Nyonya Sofi menghela nafas berat, dia mengangguk pelan, mendadak matanya menjadi merah sembab lalu dia memelukku dengan erat hingga aku sulit bernafas.
Nyonya Sofi bergumam, "Kau memang selalu menyusahkanku, Alesia. Kau membuat keributan setiap hari tapi tempat ini takkan pernah sama lagi tanpamu."

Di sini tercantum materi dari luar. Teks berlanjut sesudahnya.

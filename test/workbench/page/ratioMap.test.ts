// The ratio map as a person uses it: opened by its command, a better ratio written by one press, and taken back by undoing.

import assert from "node:assert/strict";
import { waitUntil } from "../waitUntil.js";
import { workbench } from "./session.js";

const SHOW = "Loadmark: Show Ratio Map";
const CONTENT = "#view-ratio-map .content:not([hidden])";

describe("the ratio map", () => {
  it("writes the fastest ratio where the gears are declared, which mends the finding and can be undone", async () => {
    const editor = await workbench().open("mechanisms/shelfLift.ts");
    await editor.waitForLens();
    await editor.reveal("mechanisms/shelfLift.ts", "stages");
    await editor.runCommand(SHOW);
    const verdict = async () => {
      const frame = await editor.webview(CONTENT);
      return (await frame.locator(`${CONTENT} .verdict`).textContent()) ?? "";
    };
    const waitForVerdict = (words: string) =>
      waitUntil(
        `the verdict ${words}`,
        async () => ((await verdict()) === words ? true : undefined),
        20_000,
        () => "",
      );
    await waitForVerdict("Past its peak of power");
    // The gears are declared in another file: it is open, so that what is written can be seen and undone there.
    await editor.openFile("gearing.ts");
    const frame = await editor.webview(CONTENT);
    const button = frame.getByRole("button", { name: "Write the fastest" });
    const words = (await button.textContent()) ?? "";
    const [, driver, driven] = /stage 1 with (\d+) and (\d+) teeth/.exec(words) ?? [];
    await button.click();
    // Lines end where the panel begins: their text is read, wherever they are cut.
    const written = new RegExp(`driver:\\s${driver},\\sdriven:\\s${driven}`);
    await editor.page.locator(".view-line", { hasText: written }).waitFor();
    await waitForVerdict("Fine");
    assert.match((await (await editor.webview(CONTENT)).locator(`${CONTENT} .facts`).textContent()) ?? "", /was 1\.1: /);
    await editor.page.locator(".editor-group-container .tab", { hasText: "gearing.ts" }).first().click();
    await editor.undoUntil("driver: 20");
    await waitForVerdict("Past its peak of power");
  });
});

Aku menepuk paha Nyonya Sofi.
"Tenang saja," kataku, "aku akan kembali dalam lima menit, tidak akan ada yang mau mengadopsi ku."
Aku menghabiskan makananku dengan cepat lalu mandi dan memakai baju baruku yang tampak sedikit kekecilan. Aku berjalan di lorong mengekor di belakang nyonya Sofi. Semua anak panti berdiri di lorong untuk menatapku dengan rasa penasaran dan heran. Diantara kerumunan anak, aku melihat Pika dan dua temannya yang menyebalkan. Pika memasang senyum mengejek untukku, ada bekas luka di dahi Pika yang membuatku merasa puas.
Lori berlari untuk menghampiriku.
"Apa kau akan pergi? Apa dia akan membawamu?" tanyanya.
"Aku tidak tahu," kataku.
Lori sedang menggendong Mike, aku menatap dengan tajam. Mike segera memalingkan kepalanya dariku, ada urusan yang belum selesai dengannya aku akan mencarinya nanti. Mike harus menjelaskan semua yang terjadi semalam entah itu dengan bahasa kucing atau dengan bahasa manusia.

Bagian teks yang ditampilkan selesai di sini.